**Exercise directions**
From the material below, copy each line that holds the word "tops".

**Given information**
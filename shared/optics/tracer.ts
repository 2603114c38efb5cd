// A ray's life in the stack, analog Monte Carlo (every decision is a random draw; no weights), frame z up, µm.
//   launch (emitter layer at z = 0; down-going emission meets the reflector first)
//   → emitter/substrate interface (TIR here: lost as waveguided)   → substrate, face to face (Beer–Lambert free
//   path: lost as substrate)   → top face: lens base disc (into the cap) or flat land (into air)
//   → cap surface (Snell / Fresnel / TIR, Hecht ch. 4) → air: neighbour caps and land below the cap tops are
//   searched along the ray's horizontal path (see airSearch) → escape above the cap tops: tallied as extracted.
// Reflector: absorbed with probability 1 − R (lost as reflector), else re-emitted cosine-weighted upward with
// probability diffuseFraction, else mirrored. In the planar device with a specular reflector the lateral invariant
// n·sinθ never changes, so a ray totally reflected at the top face can never escape: it ends at once as trapped.
// More than maxEvents interface/reflector encounters: unresolved. A call may also carry an event budget for all its
// rays (the batch's share): once it is spent, each ray left is cut short and counted unresolved too, so the work of
// one call is bounded whatever the geometry, and decided by the ray stream alone (never by the clock). Positions are wrapped to the nearest lattice site
// whenever the ray reaches the top face (the stack is laterally periodic), so coordinates stay small.
import { createRngState, fillUniforms, seedRay } from './rng'
import { capHit, capHitTo, HEX_ROW_FACTOR } from './geometry'
import { measuredCapHit, measuredCapNormal, setMeasuredCap } from './measured-cap'
import { measuredProfileOf } from './scene'
import { sampleCell, sampleDisc, sampleIsotropic, sampleLambertian, sampleRectangle, sampleTabulated } from './sampling'
import {
  FRESNEL_NONE, LATTICE_SQUARE, PROFILE_ISOTROPIC, PROFILE_LAMBERTIAN, S_ABSORPTION_PER_UM, S_CURVATURE_PER_UM,
  S_DIFFUSE_FRACTION, S_FRESNEL, S_HAS_LENS, S_K1, S_LATTICE, S_LENS_RADIUS_UM, S_MAX_EVENTS, S_N_EMITTER, S_N_LENS,
  S_N_SUBSTRATE, S_PITCH_UM, S_PROFILE, S_REFLECTANCE, S_SAG_UM, S_SOURCE, S_SOURCE_A_UM, S_SOURCE_B_UM, S_TABLE,
  S_THICKNESS_UM, SOURCE_DISC, SOURCE_EXTENDED, type PackedScene,
} from './scene'
import {
  PHI_BINS, PIXEL_AXIS_BINS, T_EVENTS, T_PIXEL_AXIS, T_PIXEL_EXTRACTED, T_PIXEL_RAYS, T_EXTRACTED, T_MAP, T_RAYS, T_REFLECTOR, T_SUBSTRATE, T_THETA, T_TRAPPED, T_UNRESOLVED,
  T_WAVEGUIDED, THETA_BINS, type Tally,
} from './tally'

const MED_EMITTER = 0
const MED_SUBSTRATE = 1
const MED_LENS = 2
const MED_AIR = 3

const RAD_TO_THETA_BIN = 180 / Math.PI // 1° bins
const RAD_TO_PHI_BIN = PHI_BINS / (2 * Math.PI)
const TWO_PI = 2 * Math.PI
/** Air search gives up (ray unresolved) after this many half-pitch steps: only grazing rays in sparse arrays. */
const MAX_AIR_STEPS = 1 << 14

const rng = createRngState()
// Uniforms are drawn in blocks of UB into ubuf (a void call, inlined or not) and read inline: the same numbers in
// the same order as nextUniform(rng), without a boxed double per draw from a call V8 declined to inline.
const UB = 8
const ubuf = new Float64Array(UB)
const v3 = new Float64Array(3)
// Air search hit record: [tau, siteX, siteY].
const hit = new Float64Array(3)
const tested = new Int32Array(16)
/** The scene being traced has measured caps (measured-cap.ts); set by traceRange, read by airSearch. */
let measuredScene = false

/** Ends of airSearch. */
export const AIR_ESCAPE = 0
export const AIR_CAP = 1
export const AIR_LAND = 2
export const AIR_LOST = 3

/**
 * Test access to the air search: returns the end kind and writes [τ, siteX, siteY] into `out` (τ for a cap or the
 * land). Geometry arguments as in the packed scene (µm; c in 1/µm; k1 = 1 + conic constant).
 */
export function findAirHit(x: number, y: number, z: number, dx: number, dy: number, dz: number, excludeSelf: boolean,
  hexagonal: boolean, pitchUm: number, lensRadiusUm: number, sagUm: number, thicknessUm: number, cPerUm: number, k1: number,
  out: Float64Array): number {
  const kind = airSearch(x, y, z, dx, dy, dz, excludeSelf, hexagonal, pitchUm, lensRadiusUm, sagUm, thicknessUm, cPerUm, k1)
  out[0] = hit[0]!; out[1] = hit[1]!; out[2] = hit[2]!
  return kind
}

**Solution for this task**
//   → cap surface (Snell / Fresnel / TIR, Hecht ch. 4) → air: neighbour caps and land below the cap tops are
//   searched along the ray's horizontal path (see airSearch) → escape above the cap tops: tallied as extracted.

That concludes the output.